The importance of well managed blood glucose for longevity and performance.

When it comes to maintaining good health, managing blood glucose levels is a foundation of all other systems. Glucose is a primary source of energy for the body, and much like managing the addition of fuel into an engine controlling the rate of input and use has both performance impacts directly at the time, but also will impact the "wear and tear" of how your body ages over time.

In this discussion, we will explore the reasons behind the significance of managing blood glucose and how it can positively impact your overall well-being, mainly by not messing up every cell in your body and allowing it to do what it wants to do... This article is to provide context for why integrating glucose-management-positive-lifestyle-habits is a valuable pursuit.
Finding a shorter way to say that would be helpful too.

Ultimately this is a primer to provide context for more technical-ish nerd articles that mostly no-one will actually care about also. I think it's cool.

What is Glucose and its role in our body?

Glucose is what is known as a simple sugar, and is the main source of energy for our bodies. Other simple sugars you may know are "fructose" and "lactose", and complex sugars are larger chains of molecules - also known as starches. All of these molecules fit into the food group known as carbohydrates.

When we consume foods that contain carbohydrates they are broken down into glucose, which is then transported through the bloodstream to provide energy to our cells. A measure of how much glucose is present in the blood is what we call "blood glucose", which of course will rise when we consume carbohydrates, and then should decrease over time as our body responds in turn. It does so by releasing insulin, which then signals increased uptake of glucose into tissues throughout the body.  

Why is Managing Blood Glucose Important?

To set the scene, presented here is the mainstream "common" reasoning courtesy of AI generation, modified to be more concise. 

Managing blood glucose levels is crucial for various reasons, including diabetes prevention and management, energy balance, hunger and weight management, heart health, and overall well-being (cognitive clarity and memory, mood, perceived "energy").

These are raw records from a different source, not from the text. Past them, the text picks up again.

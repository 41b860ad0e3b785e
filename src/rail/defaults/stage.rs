//! What is crossed, and the loads it is weighted by.

use super::{Bounds, Key, Kind, MOST_LISTED, MOST_PARALLEL, Preset};
use crate::quantity::Dimension;

const FREQUENCY: Kind = Kind::Number(Dimension::Frequency, Bounds::AboveZero);
const COUNT: Kind = Kind::Count(MOST_PARALLEL);
const ONE: Preset = Preset::Count(1);
const NO_PARALLEL: &str = "nothing in parallel";
const RATIO: Kind = Kind::Number(Dimension::Ratio, Bounds::AboveZero);
const NO_WINDOW: &str = "no limit";
const ONE_FREQUENCY: &str = "only for a range of frequencies";

/// `stage.rectifier`
pub const STAGE_RECTIFIER: Key = Key::or(
    "stage.rectifier",
    Kind::Words(&["switch", "diode"]),
    Preset::Words(&["switch", "diode"]),
    "both kinds are crossed",
    "kinds of rectifier to cross",
);

/// `stage.light_load`
pub const STAGE_LIGHT_LOAD: Key = Key::or(
    "stage.light_load",
    Kind::Word(&["forced", "emulated"]),
    Preset::Word("forced"),
    "a switch rectifier stays on when its current reverses (common practice, no source)",
    "what a switch rectifier does when its current reaches zero: \"forced\" continuous conduction or \"emulated\" diode",
);

/// `stage.frequency`
pub const STAGE_FREQUENCY: Key = Key::or(
    "stage.frequency",
    Kind::Frequencies,
    Preset::Number(500e3),
    "an ordinary frequency for a stage of this kind (common practice, no source)",
    "switching frequencies to cross: one, a list, or { from, to, steps } spaced in equal ratios",
);

/// `stage.frequency.from`
pub const FREQUENCY_FROM: Key =
    Key::or("stage.frequency.from", FREQUENCY, Preset::Nothing, ONE_FREQUENCY, "least switching frequency");

/// `stage.frequency.to`
pub const FREQUENCY_TO: Key =
    Key::or("stage.frequency.to", FREQUENCY, Preset::Nothing, ONE_FREQUENCY, "greatest switching frequency");

/// `stage.frequency.steps`
pub const FREQUENCY_STEPS: Key = Key::or(
    "stage.frequency.steps",
    Kind::Count(MOST_LISTED as u32),
    Preset::Nothing,
    ONE_FREQUENCY,
    "how many frequencies, both ends included",
);

/// `stage.parallel.high_switch`
pub const PARALLEL_HIGH_SWITCH: Key =
    Key::or("stage.parallel.high_switch", COUNT, ONE, NO_PARALLEL, "most high switches in parallel");

/// `stage.parallel.rectifier`
pub const PARALLEL_RECTIFIER: Key =
    Key::or("stage.parallel.rectifier", COUNT, ONE, NO_PARALLEL, "most rectifiers in parallel");

/// `stage.parallel.input`
pub const PARALLEL_INPUT: Key =
    Key::or("stage.parallel.input", COUNT, ONE, NO_PARALLEL, "most input capacitors in parallel");

/// `stage.parallel.output`
pub const PARALLEL_OUTPUT: Key =
    Key::or("stage.parallel.output", COUNT, ONE, NO_PARALLEL, "most output capacitors in parallel");

/// `stage.ripple_ratio.min`
pub const RIPPLE_RATIO_MIN: Key = Key::or(
    "stage.ripple_ratio.min",
    RATIO,
    Preset::Nothing,
    NO_WINDOW,
    "least inductor ripple over full load, at typical input",
);

/// `stage.ripple_ratio.max`
pub const RIPPLE_RATIO_MAX: Key = Key::or(
    "stage.ripple_ratio.max",
    RATIO,
    Preset::Nothing,
    NO_WINDOW,
    "greatest inductor ripple over full load, at typical input",
);

/// `load.current`
pub const LOAD_CURRENT: Key = Key::or(
    "load.current",
    Kind::Number(Dimension::Current, Bounds::AboveZero),
    Preset::Times(1.0),
    "full load, all the time",
    "a current of the load profile, at most the full load",
);

/// `load.share`
pub const LOAD_SHARE: Key = Key::or(
    "load.share",
    Kind::Number(Dimension::Ratio, Bounds::AboveZero),
    Preset::Number(1.0),
    "equal shares",
    "share of time at that current; the shares are normalised to sum 1",
);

By keeping blood glucose within a healthy range, individuals can optimize their health and reduce the risk of developing chronic conditions.  - ChatGPT (with tweaks)

A lot of broad statements there, but ultimately it's fairly simple.

Our body's ability to effectively manage glucose is pivotal. 

Poor management can lead to  deprivation of glucose to cells, leading to cell damage and eventually cell death.

Or where excessive glucose present may cause undesireable glycation,  (bonding of sugars to proteins, DNA, or fats) creating what are now known as AGE's (Advanced Glycalated End products) which alters or prevents function of that original structure.
Think sugar gumming up the gears of the engine. That's going to lead to all sorts of malfunction and encourage further damage. 

So here we can understand that either of these situations will lead to both functional issues at the time by:

  • the cell doesn't have the fuel to do the job, therefore cannot perform temporarily;
  • the structures of the cell have been modified/damaged, therefore cannot perform at all;

And on a very relatable level, both excess, lack of glucose, or unpredictable swinging tends to result in a neurotransmitter and hormonal cascade promoting feelings of tiredness, anxiousness and poor cognitive function. 

There's a lot of different theories going about right now as to what exactly is the ideal way to manage glucose, how much it should be kept down and how much it should be allowed to rise. Or what sort of challenges should be thrown at it to maintain flexibility ecetera.
But a general rule that seems consistent however is that smoother increases and decreases in glucose (like rolling hills as opposed to mountains and valleys) tend to be associated with better health and performance outcomes. So less quick sugar dumping and massive insulin stimulation - or exogenous injection in many cases.

Good solutions aren't glamorous

So we've identified the problem, and some of the goals. Right now I'm sure you're expecting the magic tool "quick fix" delivered for a simple affordable price? Well damn that marketing gimmick excrement to hell.
And yes this article is now deviating off the serious educational path and into the realm of banter. Here's your flag.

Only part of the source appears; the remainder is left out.